$a^{\dagger}a(a^{\dagger})^{n-1}+(a^{\dagger})^{n-1}=n(a^{\dagger})^{n-1}$

Question

Let $a$ and $a^{\dagger}$ be annihilation and creation operators.

I can't prove the following:

$$a^{\dagger}a(a^{\dagger})^{n-1}+(a^{\dagger})^{n-1}=n(a^{\dagger})^{n-1}$$

Maybe it's silly, in that case I'm sorry.

Answer 1

We have for the commutator $[a,a^\dagger] = 1$. It will be useful to prove that $a(a^\dagger)^m = (a^\dagger)^ma + m(a^\dagger)^{m-1}$ for $m\geq 1$. We do this by induction.
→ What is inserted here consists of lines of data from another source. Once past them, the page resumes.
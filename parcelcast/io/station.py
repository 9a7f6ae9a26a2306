"""Station temperature series from CSV: times converted to UTC, gaps found and reported.

Format: a header row; a ``time`` column in ISO 8601 (an offset such as ``+01:00`` is
honoured; times without one are UTC) and one temperature column whose name states the
unit: ``temperature_K``, ``temperature_degC`` or ``temperature_degF``.  Empty cells are
missing values (kept as NaN and reported, never filled).
"""

from __future__ import annotations

from dataclasses import dataclass
from pathlib import Path

import numpy as np

from parcelcast.errors import InputFileError, ParcelcastError
from parcelcast.times import parse_utc
from parcelcast.units import convert

_TEMPERATURE_COLUMNS = {"temperature_k": "K", "temperature_degc": "degC", "temperature_degf": "degF"}


@dataclass
class StationSeries:
    """A temperature series (UTC times, K) with the gaps found in it."""

    times: np.ndarray  # datetime64[ns], UTC, sorted
    temperature: np.ndarray  # K, NaN where missing
    gaps: list[tuple[np.datetime64, np.datetime64]]
    source: str

    def value_at(self, when) -> float:
        """Temperature (K) at ``when``, linear between the two nearest valid reports.

        NaN if ``when`` is outside the series or inside a gap (nothing is bridged).
        """
        when = np.datetime64(when, "ns")
        valid = np.isfinite(self.temperature)
        t, x = self.times[valid], self.temperature[valid]
        if t.size == 0 or when < t[0] or when > t[-1]:
            return float("nan")
        for start, end in self.gaps:
            if start < when < end:
                return float("nan")
        seconds = (t - t[0]) / np.timedelta64(1, "s")
        return float(np.interp((when - t[0]) / np.timedelta64(1, "s"), seconds, x))

    def gap_text(self) -> list[str]:
        return [f"{str(a)[:16]}Z to {str(b)[:16]}Z" for a, b in self.gaps]


def read_station_series(path) -> StationSeries:
    """Read a station CSV (see module docstring); raise a clear error naming the file and row.

    Refused (:class:`~parcelcast.errors.InputFileError`, naming the row): a cell that is not a
    number, a non-finite value (``inf``, ``1e400``), a temperature outside the plausible range
    of near-surface air (:data:`parcelcast.io.roles.PLAUSIBLE_RANGE`), a time that is not ISO
    8601, a time given twice.  Messages never quote the file's contents (the path may be any
    readable file).
    """
    import pandas as pd

    from parcelcast.io.roles import PLAUSIBLE_RANGE

    path = Path(path)
    if not path.is_file():
        raise InputFileError(path, "no such file")
    try:
        frame = pd.read_csv(path, dtype=str, keep_default_na=False, encoding="utf-8-sig")
    except UnicodeDecodeError:
        raise InputFileError(path, "not UTF-8 text; save the station CSV as UTF-8") from None
    except Exception:  # noqa: BLE001 - pandas raises many kinds for text that is not CSV
        raise InputFileError(path, "not a readable CSV file (expected a header row with 'time' "
                             "and one temperature column)") from None
    columns = {str(c).strip().lower(): c for c in frame.columns}
    found = [c for c in columns if c in _TEMPERATURE_COLUMNS]
    if "time" not in columns or len(found) != 1:
        raise InputFileError(
            path, f"expected a header with a 'time' column and exactly one temperature column "
            f"named temperature_K, temperature_degC or temperature_degF (the header has "
            f"{len(frame.columns)} column(s), not these)")
    column = columns[found[0]]
    times = []
    for row, text in enumerate(frame[columns["time"]], start=2):
        try:
            times.append(parse_utc(text))
        except ParcelcastError as exc:  # not a time, or a year out of range
            raise InputFileError(path, f"row {row}, column time: {exc}") from None
    raw = frame[column].str.strip()
    values = np.full(len(raw), np.nan)
    for i, text in enumerate(raw):
        if not text:
            continue  # an empty cell is a missing value
        try:
            values[i] = float(text)
        except ValueError:
            raise InputFileError(path, f"row {i + 2}, column {found[0]}: not a number (leave the "
                                 "cell empty for a missing value)") from None
        if not np.isfinite(values[i]):
            raise InputFileError(path, f"row {i + 2}, column {found[0]}: not a finite number "
                                 "(leave the cell empty for a missing value)")
    kelvin = convert(values, _TEMPERATURE_COLUMNS[found[0]], "temperature", "station temperature",
                     str(path))
    lo, hi = PLAUSIBLE_RANGE["near_surface_temperature"]
    bad = np.flatnonzero(np.isfinite(kelvin) & ((kelvin < lo) | (kelvin > hi)))
    if bad.size:
        raise InputFileError(path, f"row {bad[0] + 2}, column {found[0]}: {kelvin[bad[0]]:.1f} K is "
                             f"outside the plausible {lo:g}..{hi:g} K of near-surface air; check "
                             "the unit in the header")
    times = np.array(times, dtype="datetime64[ns]")
    order = np.argsort(times, kind="stable")
    times, kelvin = times[order], kelvin[order]
    same = np.flatnonzero(np.diff(times) == np.timedelta64(0, "ns"))
    if same.size:
        rows = sorted((int(order[same[0]]) + 2, int(order[same[0] + 1]) + 2))
        raise InputFileError(path, f"rows {rows[0]} and {rows[1]} give the same time "
                             f"{str(times[same[0]])[:16]}Z; each time once")
    return StationSeries(times, kelvin, _find_gaps(times, kelvin), str(path))


def _find_gaps(times, values) -> list:
    """Intervals between valid reports longer than 1.5 times the usual spacing."""
    valid = np.isfinite(values)
    t = times[valid]
    if t.size < 3:
        return []
    steps = np.diff(t)
    usual = np.median(steps)
    return [(t[i], t[i + 1]) for i in np.flatnonzero(steps > 1.5 * usual)]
Notice that for $m=1$, we have $aa^\dagger = a^\dagger a + 1$ because $[a,a^\dagger] = 1$. So suppose the claim holds true for $m = k-1$ and examine the case $m=k$. We have: \begin{align} a(a^\dagger)^k = aa^\dagger(a^\dagger)^{k-1} &= (a^\dagger a + 1)(a^\dagger)^{k-1}\\ &=a^\dagger a(a^\dagger)^{k-1}+(a^\dagger)^{k-1}\\ &= a^\dagger \left((a^\dagger)^{k-1}a + (k-1)(a^\dagger)^{k-2}\right) + (a^\dagger)^{k-1}\qquad \text{(induction hypothesis)} \\ &=(a^\dagger)^ka + (k-1)(a^\dagger)^{k-1}+(a^\dagger)^{k-1} \\ &= (a^\dagger)^ka+k(a^\dagger)^{k-1} \end{align} So the claim holds. Now we apply it to your equation: \begin{align} a^\dagger a (a^\dagger)^{n-1} + (a^\dagger)^{n-1} &= a^\dagger\left((a^\dagger)^{n-1}a + (n-1)(a^\dagger)^{n-2}\right) + (a^\dagger)^{n-1} \\ &= (a^\dagger)^{n-1}a^\dagger a+(n-1)(a^\dagger)^{n-1} + (a^\dagger)^{n-1}\\ &= (a^\dagger)^{n-1}a^\dagger a + n(a^\dagger)^{n-1} \end{align} It might be easier to see how this operator affects a wavefunction $\Psi$ in this form. If we apply $a^\dagger a$ to the eigenstate $\Psi_\ell$, we get $\ell\Psi_\ell$. So for the $\ell^{th}$ energy eigenstate, we can write: $$a^\dagger a (a^\dagger)^{n-1} + (a^\dagger)^{n-1}= (\ell + n)(a^\dagger)^{n-1}$$ Maybe this is what you meant?